He undid about fifteen locks and alarms and active defense systems to let me into his place. At least three or four million dollars in stolen lab equipment were barricaded inside.
“Didn’t think I’d be seeing you again,” he told me, from where he lay on a ragged couch. His pupils had eclipsed the brown of his eyes, his black skin glistened with sweat despite the relative cool of the room. I wasn’t sure what he was on, but then again I was never sure what he was on. A vape pen dangled loose in his hand.
The whole place was bathed in dim lavender light. Even the dozens of LED indicator lights had been modified to glow pale purple. The walls were wallpapered with flatscreens. Most were broken, some were playing a Cary Grant film.
I perched on a milk crate stool across from him.
“What do you want, dead girl?” He didn’t turn his face to look at me. “You can’t hide out here; won’t work out for either of us.”

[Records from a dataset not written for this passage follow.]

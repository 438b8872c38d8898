// The report's visual language: build hues from the Okabe–Ito set (Okabe & Ito 2008, designed to
// stay distinguishable under the common colour-vision deficiencies), each paired with a marker
// shape and a dash pattern so no reading depends on colour alone; and a friction ramp from pale
// sand (grippy) to deep ink-blue (slippery), monotone in lightness so it reads in grey too.

import { MARKER_SHAPES, type MarkerShape } from './path.js';

/** Blue, orange, bluish green, reddish purple, sky blue, black, yellow (vermillion kept for slips). */
const BUILD_HUES = ['#0072B2', '#E69F00', '#009E73', '#CC79A7', '#56B4E9', '#1b1b1b', '#b59b00'];
const DASHES = ['', '7 3', '2 2.5', '9 3 2 3', '4 4', '1 3', '12 4'];

export const INK = '#1f2328';
export const SLIP_COLOUR = '#D55E00';
export const CONE_COLOUR = '#6b3d00';
export const STANCE_SHADE = '#e7e3da';
export const GRID = '#d9d6cf';

export interface BuildStyle {
  colour: string;
  shape: MarkerShape;
  dash: string;
}

/** The baseline's style in every report: neutral grey, solid line, square marker. */
export const BASELINE_STYLE: BuildStyle = { colour: '#6f6f6f', shape: 'square', dash: '' };

/**
 * A build's style from its name alone (FNV-1a 32-bit hash, Fowler–Noll–Vo), so a build looks the
 * same in every report whatever the build order; the baseline always takes BASELINE_STYLE. Hue,
 * marker and dash come from different digits of the hash, so two names sharing a hue almost
 * always differ in marker (7 hues × 5 markers × 7 dashes; the square stays the baseline's).
 */
export function buildStyle(name: string, isBaseline = false): BuildStyle {
  if (isBaseline) return BASELINE_STYLE;
  const h = fnv1a(name);
  const shapes = MARKER_SHAPES.filter((s) => s !== BASELINE_STYLE.shape);
  return {
    colour: BUILD_HUES[h % BUILD_HUES.length],
    shape: shapes[Math.floor(h / BUILD_HUES.length) % shapes.length],
    dash: DASHES[1 + (Math.floor(h / (BUILD_HUES.length * shapes.length)) % (DASHES.length - 1))],
  };
}

function fnv1a(text: string): number {
  let h = 0x811c9dc5;
  for (let k = 0; k < text.length; k++) {
    h ^= text.charCodeAt(k);
    h = Math.imul(h, 0x01000193) >>> 0;
  }
  return h;
}

/** Friction ramp stops (μs, colour); μs above the last stop takes its colour. */
export const MU_STOPS: [number, [number, number, number]][] = [
  [0, [22, 46, 74]],
  [0.15, [47, 92, 137]],
  [0.3, [96, 139, 178]],
  [0.5, [160, 190, 210]],
  [0.7, [212, 221, 219]],
  [1.0, [246, 240, 226]],
];

export function muColour(mu: number): string {
  const stops = MU_STOPS;
  if (!(mu > stops[0][0])) return rgb(stops[0][1]);
  for (let k = 1; k < stops.length; k++) {
    const [m1, c1] = stops[k];
    if (mu <= m1) {
      const [m0, c0] = stops[k - 1];
      const f = (mu - m0) / (m1 - m0);
      return rgb([c0[0] + f * (c1[0] - c0[0]), c0[1] + f * (c1[1] - c0[1]), c0[2] + f * (c1[2] - c0[2])]);
    }
  }
  return rgb(stops[stops.length - 1][1]);
}

function rgb(c: readonly number[]): string {
  const hex = (v: number) => Math.round(Math.max(0, Math.min(255, v))).toString(16).padStart(2, '0');
  return `#${hex(c[0])}${hex(c[1])}${hex(c[2])}`;
}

“You give a shit about danger?”
He took a drag and let out a cloud of vapor. It smelled like jasmine. Desmond scent-coded his drugs, but I didn’t remember there being a jasmine one.
“I guess not,” he said.
His hands dug into the ragged upholstery, tensing and releasing of their own volition, and he gasped as something coursed through his veins.

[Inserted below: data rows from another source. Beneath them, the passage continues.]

// Path builders: data in pixel coordinates in, SVG path `d` strings out (d3-shape in spirit, a few
// lines each). null means "no value here" and breaks the line.

import { num } from './svg.js';

/**
 * A line through the points; a null y starts a new sub-path after the gap. Relative commands
 * (`l dx dy`) after each sub-path's first point keep long series compact; every offset is taken
 * between rounded positions, so rounding never accumulates.
 */
export function linePath(xs: readonly number[], ys: readonly (number | null)[]): string {
  let d = '';
  let pen = false;
  let px = 0;
  let py = 0;
  for (let k = 0; k < xs.length; k++) {
    const y = ys[k];
    if (y === null || !Number.isFinite(y)) {
      pen = false;
      continue;
    }
    const x = tenth(xs[k]);
    const yy = tenth(y);
    d += pen ? 'l' + num((x - px) / 10) + ' ' + num((yy - py) / 10) : 'M' + num(x / 10) + ' ' + num(yy / 10);
    px = x;
    py = yy;
    pen = true;
  }
  return d;
}

/** Position in tenths of a unit, as an integer (the path's resolution). */
const tenth = (value: number): number => Math.round(value * 10);

/**
 * A min/max envelope as one zigzag line: each bucket contributes its min and its max (a vertical
 * `v` step when they differ), so a one-bucket spike stays visible at full height.
 */
export function envelopePath(xs: readonly number[], lows: readonly (number | null)[], highs: readonly (number | null)[]): string {
  let d = '';
  let points = 0;
  let px = 0;
  let py = 0;
  const endRun = () => {
    // A lone point draws nothing with a plain stroke: give it a short horizontal tick.
    if (points === 1) d += 'h1';
    points = 0;
  };
  for (let k = 0; k < xs.length; k++) {
    const lo = lows[k];
    const hi = highs[k];
    if (lo === null || hi === null) {
      endRun();
      continue;
    }
    const x = tenth(xs[k]);
    const a = tenth(lo);
    const b = tenth(hi);
    d += points > 0 ? 'l' + num((x - px) / 10) + ' ' + num((a - py) / 10) : 'M' + num(x / 10) + ' ' + num(a / 10);
    points++;
    py = a;
    if (b !== a) {
      d += 'v' + num((b - a) / 10);
      py = b;
      points++;
    }
    px = x;
  }
  endRun();
  return d;
}

/**
 * Rectangles over the runs where `on(k)` holds: bucket k spans [x0s[k], x1s[k]]; the rectangles
 * span [top, bottom] vertically. One path for all of them.
 */
export function bandsPath(x0s: readonly number[], x1s: readonly number[], on: (k: number) => boolean, top: number, bottom: number): string {
  let d = '';
  let start = -1;
  const close = (endK: number) => {
    d += 'M' + num(x0s[start]) + ' ' + num(top) + 'H' + num(x1s[endK]) + 'V' + num(bottom) + 'H' + num(x0s[start]) + 'Z';
  };
  for (let k = 0; k < x0s.length; k++) {
    if (on(k)) {
      if (start < 0) start = k;
    } else if (start >= 0) {
      close(k - 1);
      start = -1;
    }
  }
  if (start >= 0) close(x0s.length - 1);
  return d;
}

/** Marker shapes centred on (x, y), size r: distinct shapes let builds be told apart without colour. */
export const MARKER_SHAPES = ['circle', 'square', 'triangle', 'diamond', 'triangleDown', 'cross'] as const;
export type MarkerShape = (typeof MARKER_SHAPES)[number];

export function markerPath(shape: MarkerShape, x: number, y: number, r: number): string {
  const p = (dx: number, dy: number) => num(x + dx) + ' ' + num(y + dy);
  switch (shape) {
    case 'circle':
      return `M${p(-r, 0)}A${num(r)} ${num(r)} 0 1 0 ${p(r, 0)}A${num(r)} ${num(r)} 0 1 0 ${p(-r, 0)}Z`;
    case 'square':
      return `M${p(-r * 0.85, -r * 0.85)}H${num(x + r * 0.85)}V${num(y + r * 0.85)}H${num(x - r * 0.85)}Z`;
    case 'triangle':
      return `M${p(0, -r * 1.1)}L${p(r, r * 0.8)}L${p(-r, r * 0.8)}Z`;
    case 'triangleDown':
      return `M${p(0, r * 1.1)}L${p(r, -r * 0.8)}L${p(-r, -r * 0.8)}Z`;
    case 'diamond':
      return `M${p(0, -r * 1.15)}L${p(r, 0)}L${p(0, r * 1.15)}L${p(-r, 0)}Z`;
    case 'cross': {
      const a = r * 0.35;
      return `M${p(-a, -r)}H${num(x + a)}V${num(y - a)}H${num(x + r)}V${num(y + a)}H${num(x + a)}V${num(y + r)}H${num(x - a)}V${num(y + a)}H${num(x - r)}V${num(y - a)}H${num(x - a)}Z`;
    }
  }
}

“I can give you something to get out for good,” he said, after his body came back under his control. “Painless, euphoric even. Dani took some last week, said it was pleasant. Before she went under.”
“I’m not trying to die,” I said.
“Life is a death sentence.”
“Not trying to die.”
Desmond turned his head, and only his head, to look at me. His eyes seemed to glow in the light. “It’s too late, dead girl. You know that, right?” He turned back toward the ceiling.
“Averi got out,” I said. Averi was an old genderqueer punk who’d haunted ghoul-sworn bars, talking to no one. Two years back, twenty-nine years old, they’d disappeared. I hadn’t seen their grave and I hadn’t seen them in the dungeons.
“Dead in the swamps,” Desmond said. “Gators gotta eat too.”
“That’s not what I hear,” I said. “I hear you deal to them sometimes. I hear you know where they are.”
He took another drag and convulsed and filled the room with the scent of flowers.
“When did you go coward?” he asked.
“Wanting to live makes me a coward?”
“No. Wanting to live makes you a hopeless, idiotic optimist. Going to ground makes you a coward.”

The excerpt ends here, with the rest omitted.